» **Task goal**:
Copy, word for word, each line of the data below from the first through the line containing "the series columns", and stop there.

» **Given records**:

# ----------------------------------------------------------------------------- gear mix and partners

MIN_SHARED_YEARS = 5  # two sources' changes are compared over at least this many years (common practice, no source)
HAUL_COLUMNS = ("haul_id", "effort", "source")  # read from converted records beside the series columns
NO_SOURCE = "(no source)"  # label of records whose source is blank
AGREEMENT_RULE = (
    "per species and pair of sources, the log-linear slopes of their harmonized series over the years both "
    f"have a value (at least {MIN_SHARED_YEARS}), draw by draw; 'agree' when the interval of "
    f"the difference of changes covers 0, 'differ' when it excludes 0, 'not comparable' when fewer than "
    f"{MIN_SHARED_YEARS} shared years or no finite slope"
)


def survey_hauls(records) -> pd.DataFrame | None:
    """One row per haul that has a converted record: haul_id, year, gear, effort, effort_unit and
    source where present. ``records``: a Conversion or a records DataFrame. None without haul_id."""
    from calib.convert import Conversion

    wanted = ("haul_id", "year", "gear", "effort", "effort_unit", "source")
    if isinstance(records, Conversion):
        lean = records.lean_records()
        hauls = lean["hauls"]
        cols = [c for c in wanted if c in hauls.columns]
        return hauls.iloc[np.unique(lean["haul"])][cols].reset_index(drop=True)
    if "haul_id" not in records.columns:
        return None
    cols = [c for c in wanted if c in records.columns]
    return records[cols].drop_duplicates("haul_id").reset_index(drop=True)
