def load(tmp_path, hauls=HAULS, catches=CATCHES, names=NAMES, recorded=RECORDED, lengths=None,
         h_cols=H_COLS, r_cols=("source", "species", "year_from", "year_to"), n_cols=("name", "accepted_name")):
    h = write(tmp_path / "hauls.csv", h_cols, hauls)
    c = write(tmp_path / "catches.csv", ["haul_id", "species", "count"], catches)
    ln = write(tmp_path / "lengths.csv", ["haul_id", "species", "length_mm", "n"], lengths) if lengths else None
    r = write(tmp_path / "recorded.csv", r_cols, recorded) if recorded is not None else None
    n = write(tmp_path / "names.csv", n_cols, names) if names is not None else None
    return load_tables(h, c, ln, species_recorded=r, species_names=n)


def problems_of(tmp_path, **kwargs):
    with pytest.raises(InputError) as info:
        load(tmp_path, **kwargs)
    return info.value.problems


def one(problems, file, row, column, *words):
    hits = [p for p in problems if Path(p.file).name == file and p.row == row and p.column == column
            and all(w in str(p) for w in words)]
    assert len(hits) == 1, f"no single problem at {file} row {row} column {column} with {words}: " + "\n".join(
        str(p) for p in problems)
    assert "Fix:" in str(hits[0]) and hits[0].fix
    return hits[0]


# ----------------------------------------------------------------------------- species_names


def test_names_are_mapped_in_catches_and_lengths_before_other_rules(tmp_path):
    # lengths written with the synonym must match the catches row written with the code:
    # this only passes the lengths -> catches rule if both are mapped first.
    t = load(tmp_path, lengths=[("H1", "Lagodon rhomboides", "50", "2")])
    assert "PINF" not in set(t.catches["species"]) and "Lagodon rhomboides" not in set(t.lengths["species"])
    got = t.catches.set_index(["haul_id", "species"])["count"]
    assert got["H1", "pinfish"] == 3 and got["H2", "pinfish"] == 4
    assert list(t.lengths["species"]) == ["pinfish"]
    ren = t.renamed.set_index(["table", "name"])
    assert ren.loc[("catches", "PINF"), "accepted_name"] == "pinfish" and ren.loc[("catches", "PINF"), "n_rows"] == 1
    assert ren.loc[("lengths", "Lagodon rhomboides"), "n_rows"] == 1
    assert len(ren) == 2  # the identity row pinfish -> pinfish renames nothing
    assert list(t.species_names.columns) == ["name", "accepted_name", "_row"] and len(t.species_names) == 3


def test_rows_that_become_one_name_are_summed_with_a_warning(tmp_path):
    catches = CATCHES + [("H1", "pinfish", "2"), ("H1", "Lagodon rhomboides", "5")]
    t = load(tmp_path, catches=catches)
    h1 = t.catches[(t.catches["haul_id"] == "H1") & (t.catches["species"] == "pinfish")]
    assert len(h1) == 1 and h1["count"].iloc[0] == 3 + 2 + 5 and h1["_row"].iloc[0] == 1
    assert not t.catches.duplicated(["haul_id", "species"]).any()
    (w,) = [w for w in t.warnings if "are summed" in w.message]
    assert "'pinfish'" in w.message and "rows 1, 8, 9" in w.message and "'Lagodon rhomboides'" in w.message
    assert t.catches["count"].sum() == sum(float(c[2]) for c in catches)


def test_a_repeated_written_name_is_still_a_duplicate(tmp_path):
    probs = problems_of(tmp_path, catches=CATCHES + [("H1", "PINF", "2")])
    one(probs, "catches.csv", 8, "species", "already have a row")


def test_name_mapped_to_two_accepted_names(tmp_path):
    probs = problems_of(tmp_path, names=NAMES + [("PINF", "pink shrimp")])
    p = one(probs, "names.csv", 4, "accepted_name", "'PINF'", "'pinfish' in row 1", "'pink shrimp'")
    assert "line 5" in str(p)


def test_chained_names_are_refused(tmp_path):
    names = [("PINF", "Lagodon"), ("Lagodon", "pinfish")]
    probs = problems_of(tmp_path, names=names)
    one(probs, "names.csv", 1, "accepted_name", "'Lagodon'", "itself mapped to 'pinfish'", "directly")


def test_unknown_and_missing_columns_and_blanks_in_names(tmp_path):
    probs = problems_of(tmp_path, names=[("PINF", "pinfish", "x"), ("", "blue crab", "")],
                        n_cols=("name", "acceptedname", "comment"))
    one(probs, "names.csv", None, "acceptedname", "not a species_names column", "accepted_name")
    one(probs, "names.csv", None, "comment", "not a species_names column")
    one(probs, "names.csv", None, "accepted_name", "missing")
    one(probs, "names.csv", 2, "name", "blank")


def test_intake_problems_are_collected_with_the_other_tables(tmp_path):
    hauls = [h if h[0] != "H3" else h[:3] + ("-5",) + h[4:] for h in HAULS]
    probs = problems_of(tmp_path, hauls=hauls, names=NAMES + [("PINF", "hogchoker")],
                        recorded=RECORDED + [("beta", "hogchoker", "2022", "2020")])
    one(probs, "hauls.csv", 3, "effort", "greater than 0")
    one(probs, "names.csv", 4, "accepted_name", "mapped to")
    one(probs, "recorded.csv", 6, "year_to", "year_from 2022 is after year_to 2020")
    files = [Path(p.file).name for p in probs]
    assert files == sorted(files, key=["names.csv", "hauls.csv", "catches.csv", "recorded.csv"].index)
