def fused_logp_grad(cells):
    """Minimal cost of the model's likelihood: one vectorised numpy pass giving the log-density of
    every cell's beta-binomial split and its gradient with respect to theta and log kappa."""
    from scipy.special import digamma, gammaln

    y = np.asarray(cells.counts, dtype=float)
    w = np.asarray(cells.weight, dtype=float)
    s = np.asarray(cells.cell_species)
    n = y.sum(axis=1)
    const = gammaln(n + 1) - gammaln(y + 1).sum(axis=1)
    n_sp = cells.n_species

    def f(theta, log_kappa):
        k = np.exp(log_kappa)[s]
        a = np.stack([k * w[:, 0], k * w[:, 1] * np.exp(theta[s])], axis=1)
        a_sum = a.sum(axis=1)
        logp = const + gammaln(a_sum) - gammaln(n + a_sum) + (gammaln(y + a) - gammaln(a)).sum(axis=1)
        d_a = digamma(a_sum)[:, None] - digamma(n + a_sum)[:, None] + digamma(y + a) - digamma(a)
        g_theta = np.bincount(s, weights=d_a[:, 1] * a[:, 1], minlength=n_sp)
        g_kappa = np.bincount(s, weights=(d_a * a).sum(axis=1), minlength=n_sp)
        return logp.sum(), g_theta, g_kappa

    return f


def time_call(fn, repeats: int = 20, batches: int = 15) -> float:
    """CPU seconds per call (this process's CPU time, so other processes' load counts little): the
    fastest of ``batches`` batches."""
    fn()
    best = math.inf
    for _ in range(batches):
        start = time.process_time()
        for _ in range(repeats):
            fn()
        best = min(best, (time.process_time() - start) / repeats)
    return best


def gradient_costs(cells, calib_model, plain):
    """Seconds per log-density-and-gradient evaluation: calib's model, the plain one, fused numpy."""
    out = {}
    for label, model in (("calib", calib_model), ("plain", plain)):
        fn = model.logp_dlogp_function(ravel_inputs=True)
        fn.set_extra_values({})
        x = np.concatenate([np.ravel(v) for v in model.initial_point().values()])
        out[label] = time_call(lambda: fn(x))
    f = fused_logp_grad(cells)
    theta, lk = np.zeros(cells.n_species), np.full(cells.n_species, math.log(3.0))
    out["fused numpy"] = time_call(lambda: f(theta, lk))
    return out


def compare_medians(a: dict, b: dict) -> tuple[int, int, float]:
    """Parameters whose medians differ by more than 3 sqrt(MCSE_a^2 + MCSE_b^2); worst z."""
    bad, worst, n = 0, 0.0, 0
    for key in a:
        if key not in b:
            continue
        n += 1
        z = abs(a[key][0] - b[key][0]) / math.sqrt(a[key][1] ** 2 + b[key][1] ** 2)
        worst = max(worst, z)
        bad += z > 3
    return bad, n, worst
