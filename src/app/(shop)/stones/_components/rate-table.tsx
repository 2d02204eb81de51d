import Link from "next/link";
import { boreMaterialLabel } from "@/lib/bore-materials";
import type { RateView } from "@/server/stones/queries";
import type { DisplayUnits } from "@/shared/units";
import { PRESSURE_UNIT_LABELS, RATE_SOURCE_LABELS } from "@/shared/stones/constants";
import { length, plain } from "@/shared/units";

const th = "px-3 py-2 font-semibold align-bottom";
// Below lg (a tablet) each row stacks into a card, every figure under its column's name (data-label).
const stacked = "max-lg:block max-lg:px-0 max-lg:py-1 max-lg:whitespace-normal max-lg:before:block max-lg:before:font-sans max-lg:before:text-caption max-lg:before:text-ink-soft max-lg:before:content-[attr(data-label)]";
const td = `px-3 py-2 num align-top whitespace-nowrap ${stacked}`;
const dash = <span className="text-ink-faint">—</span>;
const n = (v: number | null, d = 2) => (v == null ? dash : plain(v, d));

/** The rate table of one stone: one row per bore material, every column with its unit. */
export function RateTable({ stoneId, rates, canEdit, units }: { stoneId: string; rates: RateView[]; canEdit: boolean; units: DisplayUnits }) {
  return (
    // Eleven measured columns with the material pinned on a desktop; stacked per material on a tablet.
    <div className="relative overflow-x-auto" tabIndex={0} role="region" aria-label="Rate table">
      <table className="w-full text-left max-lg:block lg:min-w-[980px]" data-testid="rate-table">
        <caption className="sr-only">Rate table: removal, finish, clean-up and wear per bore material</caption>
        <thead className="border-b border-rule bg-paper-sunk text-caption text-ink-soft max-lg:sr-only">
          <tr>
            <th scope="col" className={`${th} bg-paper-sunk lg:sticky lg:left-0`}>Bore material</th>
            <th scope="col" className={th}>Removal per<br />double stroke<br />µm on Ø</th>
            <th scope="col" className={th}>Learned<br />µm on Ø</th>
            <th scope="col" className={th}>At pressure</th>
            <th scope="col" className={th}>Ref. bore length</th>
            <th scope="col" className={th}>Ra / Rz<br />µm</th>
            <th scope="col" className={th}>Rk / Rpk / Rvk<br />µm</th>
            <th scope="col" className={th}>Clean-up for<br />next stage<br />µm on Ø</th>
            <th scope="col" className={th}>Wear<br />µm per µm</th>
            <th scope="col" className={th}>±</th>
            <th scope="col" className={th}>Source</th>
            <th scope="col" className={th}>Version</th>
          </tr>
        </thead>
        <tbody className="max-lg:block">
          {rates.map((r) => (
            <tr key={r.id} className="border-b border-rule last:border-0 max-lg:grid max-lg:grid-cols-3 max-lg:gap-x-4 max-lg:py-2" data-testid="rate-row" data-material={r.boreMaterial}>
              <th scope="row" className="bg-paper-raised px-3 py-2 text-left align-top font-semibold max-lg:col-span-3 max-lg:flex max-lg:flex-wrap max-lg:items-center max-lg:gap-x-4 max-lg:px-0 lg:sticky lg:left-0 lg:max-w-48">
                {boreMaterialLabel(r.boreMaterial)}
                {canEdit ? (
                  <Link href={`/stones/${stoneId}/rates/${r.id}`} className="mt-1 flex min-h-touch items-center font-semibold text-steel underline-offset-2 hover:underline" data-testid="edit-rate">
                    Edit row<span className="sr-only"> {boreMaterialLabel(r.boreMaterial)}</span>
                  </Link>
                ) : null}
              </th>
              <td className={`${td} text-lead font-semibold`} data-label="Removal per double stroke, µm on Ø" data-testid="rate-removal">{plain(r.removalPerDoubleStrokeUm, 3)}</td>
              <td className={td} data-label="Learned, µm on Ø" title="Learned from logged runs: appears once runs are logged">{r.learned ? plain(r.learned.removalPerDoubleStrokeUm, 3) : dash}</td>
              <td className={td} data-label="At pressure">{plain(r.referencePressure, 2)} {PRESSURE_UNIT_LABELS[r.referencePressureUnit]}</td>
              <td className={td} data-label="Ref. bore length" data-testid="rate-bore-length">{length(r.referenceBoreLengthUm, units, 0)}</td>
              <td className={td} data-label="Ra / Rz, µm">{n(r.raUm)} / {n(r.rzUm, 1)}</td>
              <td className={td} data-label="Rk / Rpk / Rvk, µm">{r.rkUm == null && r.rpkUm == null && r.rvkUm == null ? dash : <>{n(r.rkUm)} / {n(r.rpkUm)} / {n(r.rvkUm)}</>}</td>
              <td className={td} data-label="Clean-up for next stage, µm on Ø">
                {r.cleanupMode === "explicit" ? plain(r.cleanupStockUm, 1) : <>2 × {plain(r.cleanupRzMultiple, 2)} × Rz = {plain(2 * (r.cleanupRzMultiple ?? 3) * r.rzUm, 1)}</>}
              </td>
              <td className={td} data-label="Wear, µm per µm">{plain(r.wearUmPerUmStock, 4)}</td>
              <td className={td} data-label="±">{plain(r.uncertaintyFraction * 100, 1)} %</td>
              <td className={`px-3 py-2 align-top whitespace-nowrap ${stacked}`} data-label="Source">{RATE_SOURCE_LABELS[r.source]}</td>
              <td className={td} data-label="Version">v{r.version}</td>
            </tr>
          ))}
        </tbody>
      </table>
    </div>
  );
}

» **Answer to this task**:
# ----------------------------------------------------------------------------- gear mix and partners

MIN_SHARED_YEARS = 5  # two sources' changes are compared over at least this many years (common practice, no source)
HAUL_COLUMNS = ("haul_id", "effort", "source")  # read from converted records beside the series columns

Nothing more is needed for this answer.